- [What is expected]: Scan each line of the records for the word "white" and extract the ones that have it.

*** Begin section ***

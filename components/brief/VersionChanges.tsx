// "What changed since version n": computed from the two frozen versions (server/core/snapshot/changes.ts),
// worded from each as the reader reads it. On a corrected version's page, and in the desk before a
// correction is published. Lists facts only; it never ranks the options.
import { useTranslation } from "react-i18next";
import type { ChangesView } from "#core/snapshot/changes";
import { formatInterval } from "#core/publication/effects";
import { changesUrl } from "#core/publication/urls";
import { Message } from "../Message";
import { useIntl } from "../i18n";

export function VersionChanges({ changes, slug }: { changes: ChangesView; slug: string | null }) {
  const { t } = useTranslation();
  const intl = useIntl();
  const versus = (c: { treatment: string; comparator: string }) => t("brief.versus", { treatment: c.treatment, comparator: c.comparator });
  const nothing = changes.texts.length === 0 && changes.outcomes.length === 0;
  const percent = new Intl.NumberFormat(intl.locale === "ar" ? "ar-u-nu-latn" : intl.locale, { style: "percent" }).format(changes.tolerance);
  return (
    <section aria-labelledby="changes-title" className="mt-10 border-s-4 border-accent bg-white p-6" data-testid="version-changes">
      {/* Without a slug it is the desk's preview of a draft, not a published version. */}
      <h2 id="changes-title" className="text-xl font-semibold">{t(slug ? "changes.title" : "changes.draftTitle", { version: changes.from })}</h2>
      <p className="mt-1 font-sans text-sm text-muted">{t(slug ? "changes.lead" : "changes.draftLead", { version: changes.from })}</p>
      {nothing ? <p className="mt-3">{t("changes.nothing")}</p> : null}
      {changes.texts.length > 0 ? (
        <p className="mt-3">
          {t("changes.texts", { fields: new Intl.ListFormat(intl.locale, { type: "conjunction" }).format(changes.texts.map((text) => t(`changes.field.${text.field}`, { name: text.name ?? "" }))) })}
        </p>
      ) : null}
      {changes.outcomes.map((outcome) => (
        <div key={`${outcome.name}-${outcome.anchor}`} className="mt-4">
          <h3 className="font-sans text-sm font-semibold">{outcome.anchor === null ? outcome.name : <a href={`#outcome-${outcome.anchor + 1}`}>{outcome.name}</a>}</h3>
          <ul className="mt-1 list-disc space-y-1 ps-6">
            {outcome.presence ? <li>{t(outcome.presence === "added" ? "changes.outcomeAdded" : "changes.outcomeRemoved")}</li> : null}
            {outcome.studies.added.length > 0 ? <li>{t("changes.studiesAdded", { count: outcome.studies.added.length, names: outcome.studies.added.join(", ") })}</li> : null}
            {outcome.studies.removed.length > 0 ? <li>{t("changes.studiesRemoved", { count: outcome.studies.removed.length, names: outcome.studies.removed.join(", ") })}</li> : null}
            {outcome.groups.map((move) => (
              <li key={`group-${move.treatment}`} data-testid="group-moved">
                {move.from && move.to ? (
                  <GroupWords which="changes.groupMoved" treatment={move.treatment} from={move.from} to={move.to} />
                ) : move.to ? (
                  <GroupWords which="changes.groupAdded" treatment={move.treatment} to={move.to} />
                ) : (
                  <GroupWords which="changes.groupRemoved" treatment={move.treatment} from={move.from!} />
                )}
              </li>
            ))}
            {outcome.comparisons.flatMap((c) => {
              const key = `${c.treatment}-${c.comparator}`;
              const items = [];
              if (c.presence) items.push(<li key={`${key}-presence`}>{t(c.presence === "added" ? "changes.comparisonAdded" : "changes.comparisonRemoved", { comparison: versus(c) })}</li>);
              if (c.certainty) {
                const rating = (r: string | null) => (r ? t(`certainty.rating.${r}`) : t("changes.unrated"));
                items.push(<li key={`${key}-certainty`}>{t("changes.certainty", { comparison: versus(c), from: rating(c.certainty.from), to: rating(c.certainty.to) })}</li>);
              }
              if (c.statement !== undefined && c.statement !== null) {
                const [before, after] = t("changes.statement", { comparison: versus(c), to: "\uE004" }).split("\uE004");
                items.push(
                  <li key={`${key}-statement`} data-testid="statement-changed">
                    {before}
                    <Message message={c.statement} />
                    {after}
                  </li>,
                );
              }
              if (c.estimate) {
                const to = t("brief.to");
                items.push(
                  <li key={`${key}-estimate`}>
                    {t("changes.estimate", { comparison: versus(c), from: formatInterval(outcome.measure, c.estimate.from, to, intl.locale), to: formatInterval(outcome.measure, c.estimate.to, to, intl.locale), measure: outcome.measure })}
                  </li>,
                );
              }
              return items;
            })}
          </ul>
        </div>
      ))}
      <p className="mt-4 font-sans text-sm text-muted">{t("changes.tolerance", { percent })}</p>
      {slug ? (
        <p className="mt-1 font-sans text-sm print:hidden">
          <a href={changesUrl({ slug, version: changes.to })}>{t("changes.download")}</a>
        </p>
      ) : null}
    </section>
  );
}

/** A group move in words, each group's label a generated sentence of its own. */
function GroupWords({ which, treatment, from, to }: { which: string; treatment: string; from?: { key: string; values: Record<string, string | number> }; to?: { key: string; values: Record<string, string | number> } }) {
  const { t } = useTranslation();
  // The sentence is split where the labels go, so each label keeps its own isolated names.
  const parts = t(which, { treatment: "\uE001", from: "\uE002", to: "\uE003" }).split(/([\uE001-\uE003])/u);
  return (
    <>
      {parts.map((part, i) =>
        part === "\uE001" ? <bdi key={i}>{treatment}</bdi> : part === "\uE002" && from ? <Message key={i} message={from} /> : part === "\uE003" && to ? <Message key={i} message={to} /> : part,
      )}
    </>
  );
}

*** End section ***
*** Begin section ***

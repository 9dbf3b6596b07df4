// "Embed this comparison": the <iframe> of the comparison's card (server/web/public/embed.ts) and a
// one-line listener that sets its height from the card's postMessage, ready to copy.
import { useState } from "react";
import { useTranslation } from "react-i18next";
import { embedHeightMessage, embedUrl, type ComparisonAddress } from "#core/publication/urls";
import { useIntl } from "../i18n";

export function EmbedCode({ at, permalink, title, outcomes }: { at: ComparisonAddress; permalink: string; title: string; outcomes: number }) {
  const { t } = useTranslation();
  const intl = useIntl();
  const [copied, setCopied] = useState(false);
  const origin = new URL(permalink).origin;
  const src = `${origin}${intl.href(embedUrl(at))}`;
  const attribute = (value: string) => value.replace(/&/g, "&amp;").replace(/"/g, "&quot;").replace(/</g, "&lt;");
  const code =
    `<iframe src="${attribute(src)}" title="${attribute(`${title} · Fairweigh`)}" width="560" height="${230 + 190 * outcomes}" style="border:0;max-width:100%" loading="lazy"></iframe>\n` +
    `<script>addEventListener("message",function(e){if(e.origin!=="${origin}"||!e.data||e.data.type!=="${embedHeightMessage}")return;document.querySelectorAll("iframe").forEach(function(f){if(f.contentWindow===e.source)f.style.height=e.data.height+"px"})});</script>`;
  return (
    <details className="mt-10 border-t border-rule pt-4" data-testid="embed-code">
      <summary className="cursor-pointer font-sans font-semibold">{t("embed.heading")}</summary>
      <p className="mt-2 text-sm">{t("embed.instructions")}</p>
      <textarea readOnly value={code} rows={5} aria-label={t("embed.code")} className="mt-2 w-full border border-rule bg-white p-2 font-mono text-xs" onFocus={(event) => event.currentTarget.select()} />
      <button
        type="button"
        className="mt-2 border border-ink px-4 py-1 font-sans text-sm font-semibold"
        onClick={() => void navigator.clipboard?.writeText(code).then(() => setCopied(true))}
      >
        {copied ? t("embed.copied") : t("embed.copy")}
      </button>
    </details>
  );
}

*** End section ***

- [Written solution]:
    <section aria-labelledby="changes-title" className="mt-10 border-s-4 border-accent bg-white p-6" data-testid="version-changes">
      <textarea readOnly value={code} rows={5} aria-label={t("embed.code")} className="mt-2 w-full border border-rule bg-white p-2 font-mono text-xs" onFocus={(event) => event.currentTarget.select()} />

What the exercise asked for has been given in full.